Dataset entries
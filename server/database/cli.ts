// Command-line database tasks (npm run db:seed, db:reset, db:passwords), run with tsx outside Nitro.
import { randomBytes } from 'node:crypto'
import { rmSync } from 'node:fs'
import { resolve } from 'node:path'
import { createInterface } from 'node:readline/promises'
import { Hash } from '@adonisjs/hash'
import { Scrypt } from '@adonisjs/hash/drivers/scrypt'
import { openDatabase } from './connection'
import { demoAccountsWithPublishedPassword } from './demo-guard'
import { migrate } from './migrate'
import { seedDemo } from './seed'
import { initModels } from '../models'

// The same scrypt defaults nuxt-auth-utils' hashPassword uses, so seeded passwords verify.
const hasher = new Hash(new Scrypt({}))
const USAGE = 'usage: db.mjs seed | reset [--yes] [--no-demo] | passwords'

/** Asks on the terminal; anything but "yes" (or no terminal at all) is a no. */
async function confirm(question: string): Promise<boolean> {
  if (!process.stdin.isTTY) return false
  const rl = createInterface({ input: process.stdin, output: process.stdout })
  const answer = await rl.question(`${question} Type "yes" to go on: `)
  rl.close()
  return answer.trim().toLowerCase() === 'yes'
}

async function main(): Promise<void> {
  const [task, ...flags] = process.argv.slice(2)
  const path = resolve(process.env.NUXT_DB_PATH || '.data/kernwise.sqlite')
  if (!['seed', 'reset', 'passwords'].includes(task ?? '')) {
    console.error(USAGE)
    process.exit(2)
  }
  if (task === 'reset') {
    if (!flags.includes('--yes') && !(await confirm(`This deletes ${path} with every account and sketch in it.`))) {
      console.error('Nothing deleted. (Pass --yes to reset without the question, e.g. in a script.)')
      process.exit(1)
    }
    for (const suffix of ['', '-wal', '-shm']) rmSync(path + suffix, { force: true })
    console.log(`Removed ${path}`)
  }
  const sequelize = await openDatabase(path)
  const applied = await migrate(sequelize)
  if (applied.length) console.log(`Applied migrations: ${applied.join(', ')}`)
  const db = initModels(sequelize)
  if (task === 'passwords') {
    const open = await demoAccountsWithPublishedPassword(db, (hash, pw) => hasher.verify(hash, pw))
    for (const email of open) {
      const password = randomBytes(12).toString('base64url')
      await db.User.update({ passwordHash: await hasher.make(password) }, { where: { email } })
      console.log(`${email}  ${password}`)
    }
    console.log(open.length ? 'New passwords set (shown this once).' : 'No demo account has the published password.')
  } else if (flags.includes('--no-demo')) {
    console.log(`Empty database ready at ${path}; the first account registered becomes admin.`)
  } else {
    await seedDemo(db, pw => hasher.make(pw))
    console.log(`Seeded the demo workspace into ${path}`)
  }
  await sequelize.close()
}

main().catch((error) => {
  console.error(error instanceof Error ? error.message : error)
  process.exit(1)
})
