import { createHash, randomBytes } from 'node:crypto'
import type { Transaction } from 'sequelize'
import type { Db, Sketch } from '../models'
import { teamMail } from '../utils/team-mail'

/** The demo workspace's name (mails, the calculation sheet). */
export const DEMO_WORKSPACE = 'Millrace Yard retrofit'

/** Where demo mails point: KERNWISE_ORIGIN, else the local server npm start serves. */
function demoOrigin(): string {
  return process.env.KERNWISE_ORIGIN || `http://127.0.0.1:${process.env.PORT || 3000}`
}

/**
 * The team side of the demo: Mezzanine post M1 submitted to the checker with two comments (one
 * answered), Crane column C3 with revision 1 approved and a read-only link for the fabricator,
 * Canopy strut S5 shared with the viewer, and the mails those steps sent in the outbox.
 * `ids` maps roles to account ids; `sketches` maps titles to the freshly made demo sketches.
 */
export async function seedDemoTeam(db: Db, ids: Record<string, string>, sketches: Map<string, Sketch>, emails: Record<string, string>, transaction: Transaction): Promise<void> {
  const engineer = ids.engineer!
  const checker = ids.checker!
  const at = (minutesAgo: number) => new Date(Date.now() - minutesAgo * 60_000)
  const t = { transaction }
  await db.Setting.upsert({ key: 'workspaceName', value: JSON.stringify(DEMO_WORKSPACE) }, t)
  await db.OutboxMail.destroy({ where: { to: Object.values(emails), kind: ['share', 'review-request', 'review-approved', 'review-returned', 'invitation'] }, ...t })
  const mail = async (kind: string, to: string, subject: string, paragraphs: string[], sketch: Sketch, createdAt: Date) => {
    const parts = teamMail({ workspace: DEMO_WORKSPACE, heading: subject, paragraphs, link: `${demoOrigin()}/sketches/${sketch.id}`, linkLabel: `Open “${sketch.title}”` })
    await db.OutboxMail.create({ kind, to, subject: `${subject} (${DEMO_WORKSPACE})`, ...parts, sentAt: null, error: null, createdAt }, t)
  }
  const activity = (sketchId: string, actorId: string, action: string, detail: string, createdAt: Date) =>
    db.Activity.create({ sketchId, actorId, action, detail, createdAt }, t)

  const m1 = sketches.get('Mezzanine post M1')!
  await db.Revision.create({ sketchId: m1.id, number: 1, note: 'For check: net section at the bolt line', title: m1.title, document: m1.document, status: 'submitted', createdBy: engineer, checkerId: checker, createdAt: at(180) }, t)
  await db.Share.create({ sketchId: m1.id, email: emails.checker!, access: 'comment', createdBy: engineer }, t)
  await m1.update({ status: 'submitted', checkerId: checker, reviewRevision: 1 }, { ...t, silent: true })
  const pinned = await db.Comment.create({ sketchId: m1.id, parentId: null, authorId: checker, body: 'Confirm the 22 mm holes are drilled, not punched', x: -112.5, y: 105, createdAt: at(120) }, t)
  await db.Comment.create({ sketchId: m1.id, parentId: pinned.id, authorId: engineer, body: 'Drilled: the fabricator confirmed it for all four holes.', x: null, y: null, createdAt: at(90) }, t)
  await db.Comment.create({ sketchId: m1.id, parentId: null, authorId: checker, body: 'Add the second load case for the crane bracket side', x: null, y: null, createdAt: at(110) }, t)
  await activity(m1.id, engineer, 'created', '', at(300))
  await activity(m1.id, engineer, 'revision', 'revision 1: For check: net section at the bolt line', at(180))
  await activity(m1.id, engineer, 'submitted', 'revision 1 to Cora Vint (checker)', at(179))
  await activity(m1.id, checker, 'comment', 'Confirm the 22 mm holes are drilled, not punched', at(120))
  await activity(m1.id, checker, 'comment', 'Add the second load case for the crane bracket side', at(110))
  await activity(m1.id, engineer, 'comment', 'Drilled: the fabricator confirmed it for all four holes.', at(90))
  await mail('review-request', emails.checker!, `Eli Brandt (engineer) asks you to check “${m1.title}”, revision 1`, [`Revision 1 (“For check: net section at the bolt line”) of “${m1.title}” in Millrace Yard retrofit waits for your check.`], m1, at(179))

  const c3 = sketches.get('Crane column C3')!
  const approvedAt = at(240)
  await db.Revision.create({ sketchId: c3.id, number: 1, note: 'Issued for fabrication', title: c3.title, document: c3.document, status: 'approved', createdBy: engineer, checkerId: checker, approvedBy: checker, approvedAt, createdAt: at(360) }, t)
  await db.Share.create({ sketchId: c3.id, email: emails.checker!, access: 'comment', createdBy: engineer }, t)
  await c3.update({ status: 'approved', checkerId: checker, reviewRevision: 1 }, { ...t, silent: true })
  // The token of the demo's read-only link is not kept (only its hash), as for every link.
  const tokenHash = createHash('sha256').update(randomBytes(32).toString('base64url')).digest('hex')
  await db.Link.create({ sketchId: c3.id, tokenHash, revision: 1, expiresAt: null, createdBy: engineer, createdAt: at(230) }, t)
  await activity(c3.id, engineer, 'created', '', at(420))
  await activity(c3.id, engineer, 'revision', 'revision 1: Issued for fabrication', at(360))
  await activity(c3.id, engineer, 'submitted', 'revision 1 to Cora Vint (checker)', at(359))
  await activity(c3.id, checker, 'approved', 'revision 1', approvedAt)
  await activity(c3.id, engineer, 'link made', 'revision 1', at(230))
  await mail('review-approved', emails.engineer!, `Cora Vint (checker) approved “${c3.title}”, revision 1`, ['Revision 1 is approved and locked. A later edit starts a new working state as a draft; the approved revision stays as it is.'], c3, approvedAt)

  const s5 = sketches.get('Canopy strut S5')!
  await db.Share.create({ sketchId: s5.id, email: emails.viewer!, access: 'view', createdBy: engineer }, t)
  await activity(s5.id, engineer, 'created', '', at(200))
  await activity(s5.id, engineer, 'shared', `${emails.viewer}: view`, at(60))
  await mail('share', emails.viewer!, `Eli Brandt (engineer) shared “${s5.title}” with you`, [`You can read “${s5.title}” (Millrace Yard retrofit).`], s5, at(60))
}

• **Action item**
Write out, from the lines above, only those from the line with "export const DEMO_WORKSPACE" to the line with "answered), Crane column", exactly as given, including the first and the last.

• **Task result**
export const DEMO_WORKSPACE = 'Millrace Yard retrofit'

/** Where demo mails point: KERNWISE_ORIGIN, else the local server npm start serves. */
function demoOrigin(): string {
  return process.env.KERNWISE_ORIGIN || `http://127.0.0.1:${process.env.PORT || 3000}`
}

/**
 * The team side of the demo: Mezzanine post M1 submitted to the checker with two comments (one
 * answered), Crane column C3 with revision 1 approved and a read-only link for the fabricator,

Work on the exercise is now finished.